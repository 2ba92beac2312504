import { writeFileSync } from 'node:fs';
import { join } from 'node:path';
import { beforeAll, describe, expect, it } from 'vitest';
import { requireBuilt } from '../support/built.js';
import { makeWorkplace, type Workplace } from '../support/railfit.js';

// The frozen table of exit codes, each met by a real command line. 70 has its own test (fault.test.ts), 130 stands in interrupt.test.ts.

const PROBE = 'soil-moisture-probe.yaml';
let place: Workplace;

beforeAll(async () => {
  requireBuilt();
  place = makeWorkplace();
  expect((await place.run(['import', 'approved.csv'])).exit).toBe(0);
  writeFileSync(join(place.folder, 'broken.yaml'), 'topology: follower\nsupply: 5\n');
  writeFileSync(join(place.folder, 'not-a-catalog.sqlite'), 'no catalog\n');
  return () => { place.remove(); };
});

const CASES: readonly (readonly [exit: number, why: string, words: readonly string[]])[] = [
  [0, 'something fits', ['shortlist', PROBE]],
  [0, 'the part fits', ['explain', 'HOUSE-01', PROBE]],
  [0, 'demands are derived', ['demands', PROBE]],
  [0, 'the catalog is listed', ['parts']],
  [0, 'the part is shown', ['part', 'HOUSE-01']],
  [0, 'the list is as it was', ['import', 'approved.csv']],
  [0, 'a dry run', ['import', 'approved-next.csv', '-n']],
  [0, 'help', ['help']],
  [0, 'help of a topic', ['help', 'exit-codes']],
  [0, 'nothing is asked', []],
  [0, 'the version', ['--version']],
  [1, 'nothing fits', ['shortlist', PROBE, '--set', 'limits.supplyCurrent=100 nA']],
  [1, 'the part does not fit', ['explain', 'HOUSE-06', PROBE]],
  [1, 'nothing matches', ['parts', 'no-such-word']],
  [1, 'no such part to show', ['part', 'HOUSE-99']],
  [2, 'unknown command', ['shortlsit', PROBE]],
  [2, 'unknown option', ['shortlist', PROBE, '--gian', '8']],
  [2, 'options without a command', ['--ascii']],
  [2, 'a quantity with two readings', ['shortlist', PROBE, '--load', '10M']],
  [2, 'a stage file that is wrong', ['shortlist', 'broken.yaml']],
  [2, 'a stage that contradicts itself', ['demands', PROBE, '--gain', '40']],
  [2, 'no stage', ['shortlist']],
  [2, 'unknown part to explain', ['explain', 'HOUSE-99', PROBE]],
  [2, 'no part to explain', ['explain', PROBE]],
  [2, 'no list to import', ['import']],
  [2, 'a list too many', ['import', 'approved.csv', 'approved-next.csv']],
  [2, 'a word outside its list', ['shortlist', PROBE, '--order', 'best']],
  [2, 'a check that does not exist', ['parts', '--failing', 'dc-eror', '--stage', PROBE]],
  [2, 'no such help', ['help', 'nothing-of-the-kind']],
  [2, 'a catalog without a name', ['parts', '--catalog', '']],
  [3, 'the list is refused', ['import', 'refused.csv']],
  [3, 'the list is refused, also when nothing would be written', ['import', 'refused.csv', '--dry-run']],
  [4, 'nothing fits, one cannot be decided', ['shortlist', PROBE, '--strict', '--set', 'limits.supplyCurrent=45 µA', '--set', 'limits.dcError=5 mV']],
  [4, 'the part cannot be decided', ['explain', 'HOUSE-03', PROBE]],
  [5, 'no such stage file', ['demands', 'nowhere.yaml']],
  [5, 'no such list', ['import', 'nowhere.csv']],
  [5, 'a folder for a stage file', ['demands', '.']],
  [5, 'another file for a catalog', ['parts', '--catalog', 'not-a-catalog.sqlite']],
];

describe('exit codes', () => {
  it.each(CASES)('%i: %s', async (exit, _why, words) => {
    const ran = await place.run(words);
    expect(ran.exit, ran.stdout + ran.stderr).toBe(exit);
    // A problem is told on stderr and says its code; an answer, also "no", is on stdout.
    if (exit === 2 || exit === 3 || exit === 5) {
      expect(ran.stdout).toBe('');
      expect(ran.stderr).toContain(`(exit ${exit})`);
    }
  });

  it.each(CASES.filter(([, , words]) => words.length > 1))('%i with --json: %s, and stdout is one document', async (exit, _why, words) => {
    const ran = await place.run([...words, '--json']);
    expect(ran.exit).toBe(exit);
    const document = JSON.parse(ran.stdout) as { schema: string; schemaVersion: number; problems?: unknown[] };
    expect(document.schema).toMatch(/^railfit\/[a-z]+$/u);
    expect(document.schemaVersion).toBe(1);
    expect(ran.stdout.endsWith('}\n')).toBe(true);
    expect(ran.stderr).toBe('');
    if (exit === 2 || exit === 5) expect(document).toMatchObject({ schema: 'railfit/problems', problems: expect.arrayContaining([expect.objectContaining({ severity: 'error' })]) as unknown });
    if (exit === 3) expect(document).toMatchObject({ schema: 'railfit/import', outcome: 'refused' });
  });
});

^^^^

> REQUIRED ACTION: Please give, as a bare number, how many lines in the listing above include the word "from".

> SOLUTION TO THIS PROBLEM: 5